Accordingly, generally speaking, the “miniaturisation” of field-effect transistors reduces their reliability and subsequently the duration of electronic integrated circuits using this type of transistor. This means that the stakes are high, especially for fast logic and for every type “portable” application.
One objective of the present invention is to increase the reliability of field-effect transistors in this way.

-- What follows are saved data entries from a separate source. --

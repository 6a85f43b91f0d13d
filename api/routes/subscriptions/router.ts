import { Router } from 'express';
import { and, eq, sql } from 'drizzle-orm';
import type { Database } from '@api/db/client';
import { alarmSubscriptions, productionLines, products } from '@api/db/schema';
import { recordAudit } from '@api/db/audit';
import { conflict, fieldError, HttpError, isUniqueViolation, notFound, parseBody } from '@api/http/errors';
import { requireSession } from '@api/auth/session';
import { createSubscriptionSchema, subscriptionIdParamsSchema, updateSubscriptionSchema } from './schema';

/** Each signed-in user manages their own e-mail alerts. */
export function subscriptionsRouter(db: Database): Router {
  const router = Router();
  router.use(requireSession);

  const mine = (userId: number) =>
    db
      .select({
        id: alarmSubscriptions.id,
        lineId: alarmSubscriptions.lineId,
        lineCode: productionLines.code,
        lineName: productionLines.name,
        productId: alarmSubscriptions.productId,
        productCode: products.code,
        productName: products.name,
        immediate: alarmSubscriptions.immediate,
        digest: alarmSubscriptions.digest,
        createdAt: alarmSubscriptions.createdAt,
      })
      .from(alarmSubscriptions)
      .leftJoin(productionLines, eq(productionLines.id, alarmSubscriptions.lineId))
      .leftJoin(products, eq(products.id, alarmSubscriptions.productId))
      .where(eq(alarmSubscriptions.userId, userId))
      .orderBy(sql`${productionLines.code} nulls last, ${products.code}`);

  router.get('/', async (req, res) => {
    res.json({ items: await mine(req.user!.id) });
  });

  router.post('/', async (req, res) => {
    const input = parseBody(createSubscriptionSchema, req.body);
    if (input.lineId !== undefined) {
      const [line] = await db.select({ id: productionLines.id }).from(productionLines).where(eq(productionLines.id, input.lineId));
      if (!line) throw fieldError('lineId', `there is no production line ${input.lineId}`);
    } else {
      const [product] = await db.select({ id: products.id }).from(products).where(eq(products.id, input.productId!));
      if (!product) throw fieldError('productId', `there is no product ${input.productId}`);
    }
    try {
      const row = await db.transaction(async (tx) => {
        const [created] = await tx
          .insert(alarmSubscriptions)
          .values({ userId: req.user!.id, lineId: input.lineId ?? null, productId: input.productId ?? null, immediate: input.immediate, digest: input.digest })
          .returning({ id: alarmSubscriptions.id });
        await recordAudit(tx, { actorId: req.user!.id, action: 'subscribe', entity: 'alarm subscription', entityId: created.id, after: input });
        return created;
      });
      res.status(201).json((await mine(req.user!.id)).find((s) => s.id === row.id));
    } catch (err) {
      if (isUniqueViolation(err)) throw conflict('You already subscribe to this; change the existing subscription instead');
      throw err;
    }
  });

  router.patch('/:id', async (req, res) => {
    const { id } = parseBody(subscriptionIdParamsSchema, req.params);
    const input = parseBody(updateSubscriptionSchema, req.body);
    const [current] = await db.select().from(alarmSubscriptions).where(and(eq(alarmSubscriptions.id, id), eq(alarmSubscriptions.userId, req.user!.id)));
    if (!current) throw notFound('Subscription');
    const next = { immediate: input.immediate ?? current.immediate, digest: input.digest ?? current.digest };
    if (!next.immediate && !next.digest) throw new HttpError(400, 'Keep immediate alerts or the digest, or delete the subscription');
    await db.transaction(async (tx) => {
      await tx.update(alarmSubscriptions).set(next).where(eq(alarmSubscriptions.id, id));
      await recordAudit(tx, { actorId: req.user!.id, action: 'update', entity: 'alarm subscription', entityId: id, before: { immediate: current.immediate, digest: current.digest }, after: next });
    });
    res.json((await mine(req.user!.id)).find((s) => s.id === id));
  });

  router.delete('/:id', async (req, res) => {
    const { id } = parseBody(subscriptionIdParamsSchema, req.params);
    const removed = await db.transaction(async (tx) => {
      const [row] = await tx.delete(alarmSubscriptions).where(and(eq(alarmSubscriptions.id, id), eq(alarmSubscriptions.userId, req.user!.id))).returning();
      if (row) await recordAudit(tx, { actorId: req.user!.id, action: 'unsubscribe', entity: 'alarm subscription', entityId: id, before: { lineId: row.lineId, productId: row.productId, immediate: row.immediate, digest: row.digest } });
      return row;
    });
    if (!removed) throw notFound('Subscription');
    res.status(204).end();
  });

  return router;
}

It has been seen that in thin dielectric arrangements, stress does not generate the abrupt breakdown of the dielectric as occurs in thicker dielectrics but, on the contrary, leads to a phenomenon of soft breakdown. This phenomenon of soft breakdown is explained in the following publication: Depas et al. “Soft Breakdown of Ultra-thin Gate Oxide Layers”, IEEE Transactions on Electron devices Vol. 43, no. 3, September 1996. It is illustrated in FIG. 2, using the example of an MOS technology transistor on a silicon substrate and having a silicon oxide gate dielectric. The ordinates represent the gate voltage which is applied to maintain constant current through the dielectric. Initially, the applied voltage decreases slowly: this part of the curve up to the SBD point corresponds to the generation of faults (carrier traps) in the SiO2 dielectric and at the substrate/dielectric Si/Si02 interface due to the tunnel injection of electrons in a strong electric field. When, locally, these faults reach sufficient density, a conduction path is formed: this is the first breakdown (SBD point in the figure). This initial breakdown can be followed by other breakdowns. When the conduction path or paths are widened by thermal effects and join one another, the rate of change of the current through the dielectric becomes very high until the transistor switches out (BD point).
The soft breakdown phenomenon as observed allows the detection or following of the aging of the dielectric, before reaching the final breakdown point BD.